Comme elle l’avait conclue pour la population générale en 2010, la Haute Autorité de Santé (HAS) considère qu’il n’existe pas de preuve de l’intérêt du dépistage du cancer de la prostate par dosage du PSA chez les hommes sans symptôme considérés comme à plus « haut risque ». En France, le cancer de la prostate se situe au 1er rang des cancers chez l’homme.

La Haute Autorité de Santé publie, à la demande de la Direction Générale de la Santé (DGS), un rapport d’orientation sur les facteurs de risque de cancer de la prostate et la pertinence du dépistage de ce cancer par dosage de l’antigène spécifique prostatique (PSA) auprès de populations d’hommes sans symptôme considérées comme « à haut risque » de survenue de ce cancer.

En France, le cancer de la prostate se situe au 1er rang des cancers chez l’homme. Le nombre de nouveaux cas estimé en 2011 est de 71 200, devant les cancers du poumon (27 500 cas) et les cancers colorectaux (21 500 cas). Ce cancer représente la 3ème cause de décès par tumeur chez l’homme en France (8 700 décès par an), derrière le cancer du poumon (21 000 décès par an) et le cancer colorectal (9 200 décès par an).

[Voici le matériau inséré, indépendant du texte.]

import type { WriteOutcome } from './ingest.js'
import { formatPeriod, parsePeriod, type Frequency } from '../engine/index.js'
import type { PendingHistory } from './accumulator.js'
import type { HistoryData } from './types.js'
import { MAX_POINTS_PER_SERIES } from '../schemas/run.js'

/**
 * Closing a period: every stored history of the frequency that ends before it
 * is carried forward to it with zero demand in the periods nothing was sent
 * for. A closed period is complete, so "no rows" means "no demand": without
 * this, an item with no sales this month would stay at its last sale's period
 * and its zeros would never be fitted or scored. Histories of other
 * frequencies, and those already reaching the period, are left as they are.
 */

/** The history carried forward to `throughOrdinal`, or why it is left alone. */
export function extendWithZeros(current: HistoryData | null, frequency: Frequency, throughOrdinal: number): { data: HistoryData } | { reason: string } {
  if (current === null) return { reason: 'the history was deleted meanwhile' }
  if (current.frequency !== frequency) return { reason: `the history is by ${current.frequency}` }
  const last = parsePeriod(current.firstPeriod, frequency) + current.demand.length - 1
  if (last >= throughOrdinal) return { reason: `the history already reaches ${formatPeriod(throughOrdinal, frequency)}` }
  // The bound of every history write (merge.ts): without it, closings would grow a history, and its accuracy records, for ever.
  const length = current.demand.length + throughOrdinal - last
  if (length > MAX_POINTS_PER_SERIES) return { reason: `the history would hold ${length} periods; at most ${MAX_POINTS_PER_SERIES}` }
  return { data: { ...current, demand: [...current.demand, ...new Array<number>(throughOrdinal - last).fill(0)] } }
}

/** True when a history of `frequency` ending at `lastOrdinal` needs carrying forward. */
export function endsBefore(history: { readonly frequency: Frequency; readonly firstPeriod: string; readonly demand: readonly unknown[] }, frequency: Frequency, throughOrdinal: number): boolean {
  if (history.frequency !== frequency) return false
  return parsePeriod(history.firstPeriod, frequency) + history.demand.length - 1 < throughOrdinal
}

/** The apply() entry of a SKU whose stored history is carried forward (the merge ignores `incoming`). */
export function carryForwardEntry(sku: string, frequency: Frequency): PendingHistory {
  return { sku, incoming: { frequency, startOrdinal: 0, demand: [] }, rows: 0, origin: {} }
}

interface StoredHistoryLike extends HistoryData {
  readonly sku: string
}

/** What closing a period needs from the stores (history-store.ts, closing-store.ts, accuracy-store.ts). */
export interface ClosingDeps {
  readonly histories: {
    select(tenant: string, scope: { readonly all: true }, batchSize: number): AsyncIterable<StoredHistoryLike[]>
    apply(
      tenant: string,
      batch: readonly PendingHistory[],
      merge: (current: HistoryData | null, pending: PendingHistory) => { data: HistoryData } | { reason: string },
      opts: { readonly carriedForward: true },
    ): Promise<readonly WriteOutcome[]>
  }
  readonly closing: {
    close(tenant: string, frequency: Frequency, period: string): Promise<{ outcome: 'moved' | 'unchanged' | 'behind'; previous: string | null }>
  }
  readonly accuracy: {
    rescoreMany(
      tenant: string,
      entries: readonly { sku: string; frequency: Frequency; firstPeriod: string; demand: readonly (number | null)[] }[],
    ): Promise<unknown>
  }
}

export interface ClosingReport {
  readonly outcome: 'moved' | 'unchanged' | 'behind'
  readonly frequency: Frequency
  readonly closedThrough: string
  readonly previous: string | null
  /** Histories of the frequency looked at, and those carried forward with zeros. */
  readonly checkedSkus: number
  readonly advancedSkus: number
}

/**
 * Closes the frequency's periods through `period`, then walks every stored
 * history in batches: carries those of the frequency that end earlier forward
 * with zeros, and rescores all of them (the newly closed periods can now be
 * scored). Safe to repeat: a second call with the same period finds nothing to
 * carry forward and rescoring changes nothing, so a call that failed midway is
 * simply sent again. Nothing is walked when a later period is already closed.
 */
export async function closePeriod(deps: ClosingDeps, tenant: string, frequency: Frequency, period: string, batchSize = 500): Promise<ClosingReport> {
  const through = parsePeriod(period, frequency)
  const closedThrough = formatPeriod(through, frequency)
  const { outcome, previous } = await deps.closing.close(tenant, frequency, closedThrough)
  let checkedSkus = 0
  let advancedSkus = 0
  if (outcome !== 'behind') {
    for await (const batch of deps.histories.select(tenant, { all: true }, batchSize)) {
      const ofFrequency = batch.filter((h) => h.frequency === frequency)
      checkedSkus += ofFrequency.length
      const behind = ofFrequency.filter((h) => endsBefore(h, frequency, through))
      const extended = new Map<string, HistoryData>()
      if (behind.length > 0) {
        const results = await deps.histories.apply(
          tenant,
          behind.map((h) => carryForwardEntry(h.sku, frequency)),
          (current, pending) => {
            const merged = extendWithZeros(current, frequency, through)
            if ('data' in merged) extended.set(pending.sku, merged.data)
            return merged
          },
          // Zeros for a closed period are not news from the ERP: a SKU with nothing but closings stays idle.
          { carriedForward: true },
        )
        advancedSkus += results.filter((r) => 'outcome' in r).length
      }
      await deps.accuracy.rescoreMany(
        tenant,
        ofFrequency.map((h) => {
          const d = extended.get(h.sku) ?? h
          return { sku: h.sku, frequency, firstPeriod: d.firstPeriod, demand: d.demand }
        }),
      )
    }
  }
  return { outcome, frequency, closedThrough, previous, checkedSkus, advancedSkus }
}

Intérêt non démontré, même chez les hommes avec des facteurs de risque
Comme elle l’avait conclue pour la population générale en 2010, la Haute Autorité de Santé (HAS) considère qu’il n’existe pas de preuve de l’intérêt du dépistage du cancer de la prostate par dosage du PSA chez les hommes sans symptôme considérés comme à plus « haut risque ». Cette conclusion s’appuie sur plusieurs constats :

· La difficulté de cerner les populations considérées comme « à haut risque » de cancer de la prostate

En l’état actuel des connaissances, il existe de réelles difficultés à définir et à repérer des populations masculines à plus haut risque de développer un cancer de la prostate et à établir des niveaux de risque. Certains facteurs de risque génétiques et environnementaux de survenue de cancer de la prostate sont identifiés (et plus ou moins précisément établis dans la littérature) tels que des antécédents familiaux de ce cancer chez des parents du 1er degré (père, frère), une origine africaine, une exposition à certains agents chimiques. Mais il n’est pas possible de dire aujourd’hui comment ces différents facteurs interagissent, de considérer qu’ils se cumulent et donc de mesurer un niveau de risque de survenue de ce cancer. Par ailleurs, aucun élément dans la littérature ne permet de penser que les hommes avec des facteurs de risque développent des cancers de la prostate de forme plus grave ou d’évolution clinique plus rapide.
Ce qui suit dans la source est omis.